Well-traveled quarterback Danny Southwick has learned the power of persistence in his football career

Published: Wednesday, May 7 2014 4:15 p.m. MDT

"My wife is so supportive," Southwick said. "She's put up with so much more moves than anyone should have to go through. She is there right with me every single time."

Family has played a vital role for Southwick, who lives in Provo during the offseason, and it's a family with some familiar names: His uncle is former BYU quarterback Bret Engemann, and his stepfather is television and radio show host Larry King.

"I have the best family in the world and they've all been really supportive of me. They've tried to help me with things that are meaningful to me, and when things are down, they've always been there to pick me right back up," Southwick said. "I would not have been able to be as persistent as I have been without family and friends and particularly my wife.

"I hit the jackpot with my family."

On the field, the adversity and challenges haven't stopped this year.

Southwick joined the Thunder weeks into the season after a pair of rookie quarterbacks, including former Oregon Duck Darron Thomas, struggled in the team's first two games. Less than a week later, he took over for Thomas in the team's third game, an eventual 44-34 loss to fellow expansion team L.A. Kiss. But Southwick threw for four touchdowns that day and earned the start the next week against Spokane.

That game didn't go as planned, though, as the Shock stymied Southwick and the Thunder. After Spokane built a 20-0 lead, Southwick led Portland back, even taking a 21-20 lead early in the third quarter. But the Shock scored the next 35 points to put the game away, and two Southwick turnovers led directly to Spokane scores.

With that, the Thunder saw a need to again make a change, bringing in veteran AFL quarterback Kyle Rowley. Southwick was out as the starter, and Rowley went 1-1 at the helm the next two games.

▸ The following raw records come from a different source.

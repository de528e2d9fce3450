import type { RfDrive, StageBase } from '../base.js';

/** Ideal 3D RF trap: ring at dc + amplitude·cos(...), end caps grounded; centred in the stage. */
export interface TrapStage extends StageBase {
  type: 'trap';
  r0: number;
  z0: number;
  rf: RfDrive;
  dc: number;
  /** Radius of the holes in the end caps, m: an ion crossing an end cap within it leaves the trap. */
  aperture: number;
  /** Supplementary dipolar AC between the end caps (zero-to-peak cap-to-cap voltage, Hz, rad). */
  aux?: { amplitude: number; frequency: number; phase: number };
}
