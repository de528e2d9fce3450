// Each stage kind's kernel, called directly through its registry entry (no YAML, no engine), on a
// field with a closed-form solution:
//  - uniform field: z(t) = z0 + v t + a t²/2, exit speed from energy conservation ½mv² = ½mv0² + qV;
//  - a DC-only quadrupole and trap: ẍ = −ω² x with ω² = 2qU/(m r0²) (filter) or 2qU/(m (r0² + 2z0²))
//    (trap), so x(t) = x0 cos ωt (harmonic oscillator; equations of motion as in DESIGN.md).
// Fixed-step RK4's global error is about (ωh)⁴·ωt/120 (Hairer, Nørsett & Wanner I, §II.3 for the
// order; the constant from memory): ωh ≈ 8e-3, ωt ≈ 60 gives ~2e-9, so 1e-7 of x0 is a safe bound.
// Dormand–Prince at rtol 1e-10 is held to 1e-7 as well.
import { describe, it, expect } from 'vitest';
import { allocateBatch } from '../../sim/core/batch.js';
import { Exit, type IonCursor, type StepContext } from '../../sim/core/cursor.js';
import { kindOf } from '../../sim/stages/registry.js';
import type { AccelerateStage, QuadrupoleStage, TrapStage, Stage } from '../../sim/stages/types.js';
import { ATOMIC_MASS_UNIT, ELEMENTARY_CHARGE, ELECTRONVOLT } from '../../sim/units/constants.js';

const m = 200 * ATOMIC_MASS_UNIT, q = ELEMENTARY_CHARGE;

function cursor(x: number, y: number, z: number, vx: number, vy: number, vz: number): IonCursor {
  return { ion: 0, slot: 0, m, q, tau: 0, t: 0, x, y, z, vx, vy, vz, steps: 0, sinceRecord: 0, nextHist: 0 };
}
function context(maxTime: number): StepContext {
  return { batch: allocateBatch(1), maxTime, recordEvery: 0, rec: null, hist: null, gas: null, gasField: null, hardSphere: null };
}
const run = (integrator: 'rk4' | 'dopri5') => ({ integrator, stepsPerCycle: 40, tolerance: 1e-10, stepNoRf: 1e-8 });
const track = (st: Stage, c: IonCursor, ctx: StepContext, integrator: 'rk4' | 'dopri5' = 'rk4') => kindOf(st).track(st, c, ctx, run(integrator));

describe('uniform-field kernel (accelerate kind)', () => {
  it('crosses a 1 kV gap in the closed-form time with the closed-form speed', () => {
    const L = 0.01, V = 1000;
    const st: AccelerateStage = { type: 'accelerate', role: 'gap', voltage: V, aperture: Infinity, length: L, zStart: 0.02, zEnd: 0.02 + L };
    const v0 = Math.sqrt((2 * 5 * ELECTRONVOLT) / m), a = (q * V) / (m * L);
    const c = cursor(1e-4, 0, 0.02, 10, 0, v0);
    expect(track(st, c, context(1))).toBe(Exit.forward);
    const t = (-v0 + Math.sqrt(v0 * v0 + 2 * a * L)) / a;
    expect(c.t / t - 1).toBeLessThan(1e-12);
    expect(Math.abs(c.vz / Math.sqrt(v0 * v0 + (2 * q * V) / m) - 1)).toBeLessThan(1e-12);
    expect(c.x).toBeCloseTo(1e-4 + 10 * t, 15);
    expect(c.z).toBe(st.zEnd);
  });
  it('turns an ion round in a reflectron and the kind calls the closed back plate a loss', () => {
    const st: AccelerateStage = { type: 'accelerate', role: 'reflectron', closed: true, voltage: -2000, aperture: Infinity, length: 0.1, zStart: 0, zEnd: 0.1 };
    const v0 = Math.sqrt((2 * 1000 * ELECTRONVOLT) / m);
    const c = cursor(0, 0, 0, 0, 0, v0);
    expect(track(st, c, context(1))).toBe(Exit.backward);
    // Deceleration a = qV/(mL): back at the entrance after 2 v0/|a|.
    expect(c.t / ((2 * v0 * m * 0.1) / (q * 2000)) - 1).toBeLessThan(1e-12);
    expect(kindOf(st).exitFate(st, true)).toBe(2);
    expect(kindOf(st).exitFate(st, false)).toBeUndefined();
  });
});

describe('quadrupole kernel, DC only', () => {
  const r0 = 4e-3, U = 2, L = 0.05;
  const st: QuadrupoleStage = { type: 'quadrupole', r0, rf: { amplitude: 0, frequency: 1e6, phase: 0 }, dc: U, length: L, zStart: 0, zEnd: L };
  const w = Math.sqrt((2 * q * U) / (m * r0 * r0));
  for (const integrator of ['rk4', 'dopri5'] as const) {
    it(`x(t) = x0 cos ωt to the exit, ω² = 2qU/(m r0²) (${integrator})`, () => {
      const vz = 5e3, x0 = 1e-3;
      const c = cursor(x0, 0, 0, 0, 0, vz);
      expect(track(st, c, context(1), integrator)).toBe(Exit.forward);
      const t = L / vz;
      expect(c.t).toBeCloseTo(t, 15);
      expect(Math.abs(c.x - x0 * Math.cos(w * t)) / x0).toBeLessThan(1e-7);
      expect(Math.abs(c.vx + x0 * w * Math.sin(w * t)) / (x0 * w)).toBeLessThan(1e-7);
      expect(c.z).toBe(L);
    });
  }
});

describe('trap kernel, DC only', () => {
  const r0 = 7.07e-3, z0 = 5e-3, U = 1;
  const st: TrapStage = { type: 'trap', r0, z0, rf: { amplitude: 0, frequency: 1e6, phase: 0 }, dc: U, aperture: 1e-3, length: 2 * z0, zStart: 0, zEnd: 2 * z0 };
  const w = Math.sqrt((2 * q * U) / (m * (r0 * r0 + 2 * z0 * z0)));
  for (const integrator of ['rk4', 'dopri5'] as const) {
    it(`radial x(t) = x0 cos ωt until max_time, ω² = 2qU/(m (r0² + 2z0²)) (${integrator})`, () => {
      const x0 = 1e-3, T = 60 / w;
      const c = cursor(x0, 0, z0, 0, 0, 0);
      expect(track(st, c, context(T), integrator)).toBe(Exit.time);
      expect(c.t).toBeCloseTo(T, 12);
      expect(Math.abs(c.x - x0 * Math.cos(w * T)) / x0).toBeLessThan(1e-7);
      expect(c.z).toBeCloseTo(z0, 15);
    });
  }
  it('lets an ion out through the end-cap hole and onto the stage boundary', () => {
    const c = cursor(0, 0, z0, 0, 0, 2e3);
    const code = track({ ...st, dc: 0 }, c, context(1));
    expect(code).toBe(Exit.forward);
    expect(c.z).toBeCloseTo(2 * z0, 15);
    expect(c.t).toBeCloseTo(z0 / 2e3, 15);
  });
});
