// Stage kind `trap`: the ideal 3D RF (Paul) trap with end-cap holes, RF ramp and supplementary
// dipolar AC (stage.ts, field.ts, kernel.ts, scan.ts).

import { APERTURE_FIELD, GAS_FIELD, LENGTH_FIELD, RF_FIELD, VOLTAGE_FIELD, resolveRf } from '../../scene/fields.js';
import type { StageKind } from '../kind.js';
import { trapCoupling } from './coupling.js';
import { trackAdaptive } from '../shared/adaptive.js';
import { dcPlusRf, mm2, num, rfAmplitude, voltLabel } from '../shared/describe.js';
import { r0Plausibility } from '../shared/plausible.js';
import { adaptiveTrap } from './adaptive.js';
import { trapField } from './field.js';
import { trackTrap } from './kernel.js';
import type { TrapStage } from './stage.js';
import { trapAz, trapMzPerVolt, trapQz } from '../../mathieu/parameters.js';

export const trapKind: StageKind<TrapStage> = {
  type: 'trap',
  entries: {
    trap: {
      fields: {
        r0: LENGTH_FIELD, z0: LENGTH_FIELD, length: LENGTH_FIELD, rf: RF_FIELD, dc: VOLTAGE_FIELD, aperture: APERTURE_FIELD, gas: GAS_FIELD,
        aux: {
          kind: 'object',
          fields: { amplitude: { kind: 'quantity', dim: 'voltage', nonNegative: true }, frequency: { kind: 'quantity', dim: 'frequency', positive: true }, phase: { kind: 'quantity', dim: 'angle' } },
          required: ['amplitude', 'frequency'],
        },
      },
      required: ['r0', 'rf'],
      resolve(s, at) {
        const z0 = s.z0 ?? s.r0 / Math.SQRT2;
        const len = s.length ?? 2 * z0;
        if (len < 2 * z0) at.fail('length', `must be at least 2·z0 = ${(2 * z0 * 1e3).toPrecision(4)} mm (a length such as 10 mm)`);
        const st: TrapStage = { type: 'trap', r0: s.r0, z0, length: len, rf: resolveRf(s.rf), dc: s.dc ?? 0, aperture: s.aperture ?? Math.min(1e-3, s.r0 / 4), zStart: at.z, zEnd: at.z + len };
        if (s.aux) st.aux = { amplitude: s.aux.amplitude, frequency: s.aux.frequency, phase: s.aux.phase ?? 0 };
        return [st];
      },
    },
  },
  holdsIons: true,
  hasRf: true,
  analyzer: 'trap',
  rf: (st) => st.rf,
  field: trapField,
  coupling: trapCoupling,
  track: (st, c, ctx, run) => (run.integrator === 'dopri5'
    ? trackAdaptive(adaptiveTrap(st, c, ctx), c, ctx, run.tolerance)
    : trackTrap(st, c, ctx, run.stepsPerCycle)),
  exitFate: () => undefined,
  // Ions leave through the end-cap hole; the exit plane is at the end cap's apex.
  exitAperture: (st) => st.aperture,
  uniformField: false,
  gasPieces: true,
  operatingPoint: (st) => ({ analyzer: 'trap', r0: st.r0, z0: st.z0, freq: st.rf.frequency, rf: st.rf.amplitude, dc: st.dc }),
  // Mass-selective scans eject along z (sim/analysis/trap-scan.ts).
  massScan: (st) => (st.rf.ramp === undefined ? undefined : {
    qKey: 'qz', ejection: 'along z through the far end cap within its aperture', rf: st.rf, ...(st.aux ? { aux: st.aux } : {}),
    a: (mz) => trapAz(st.r0, st.z0, st.rf.frequency, st.dc, mz),
    q: (amplitude, mz) => trapQz(st.r0, st.z0, st.rf.frequency, amplitude, mz),
    mzPerVolt: (qEject) => trapMzPerVolt(st.r0, st.z0, st.rf.frequency, qEject),
  }),
  describe: (s) => `RF trap r0 ${mm2(s.r0)} mm, z0 ${mm2(s.z0)} mm`,
  outline: () => [{ shape: 'hyperbolic-trap', reachR0: 1 }],
  electrodeLabels(s) {
    // Ring at U + V cos Ωt, end caps grounded (DESIGN.md), the supplementary AC between the caps.
    // Anchors inside the ring body on its mid-plane and behind each cap face, about the centre.
    const r0 = num(s.r0) ?? 0, z0 = num(s.z0) ?? r0 / Math.SQRT2, zc = (num(s.length) ?? 2 * z0) / 2;
    const aux = s.aux as Readonly<Record<string, unknown>> | undefined;
    const ac = num(aux?.amplitude);
    const caps = `end caps 0 V${ac ? ` + ${voltLabel(ac)} AC cap to cap` : ''}`;
    const capZ = Math.sqrt(z0 * z0 + 0.32 * r0 * r0) + 0.1 * z0;
    return [
      { text: `ring ${dcPlusRf(num(s.dc) ?? 0, rfAmplitude(s))}`, at: [{ r: 1.4 * r0, z: zc }] },
      { text: caps, at: [{ r: 0.8 * r0, z: zc + capZ }, { r: 0.8 * r0, z: zc - capZ }] },
    ];
  },
  plausibility: (st) => r0Plausibility(st.r0, 'RF ion traps'),
  assumptions: ['No field perturbation by the end-cap holes or the finite size of ring and end caps: the trap field is the ideal quadrupole everywhere inside.'],
};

But the window for Southwick reopened again when Rowley was sidelined by an injury, and Southwick led his team to victory against the Storm.

Though at this point it's unclear how long Rowley will be out, Southwick is thankful for the chance to be back out on the field leading his team.

"I think for the next little bit, I'll be under center. It's a good opportunity," he said. "Obviously, you don't want to see another guy get hurt, but anytime you get an opportunity to play, you want to be ready and go out there and capitalize on your own opportunities. You don't know how long you get, you know?"

Beyond football, Southwick has big plans. They include earning his MBA from UC Irvine — he's just a few credits shy — and Southwick acknowledges football has benefitted him on this frontier by opening doors for him.

"People like to talk ball with football players," he said. "Ultimately, doing my MBA is more about being qualified to do something (beyond the sport). Obviously, I want to play football as long as I can, but nobody can play forever."

Through all the twists and turns of his football career, Southwick has learned plenty of lessons, and they've shaped who he is today.

"You can do a lot more than you think you can when you have persistence," he said. "I learned how to be grateful for the moment, for the opportunities. You don't know how long you can play any game. You don't know how many plays you're going to get. You can either be afraid of that, be afraid of how you'll do, or you can really be happy and thankful for the chance to go do something you love to do.

"For as long as I'm playing football, I have to remember to be super grateful for every opportunity. I feel what I do is the greatest job in the world."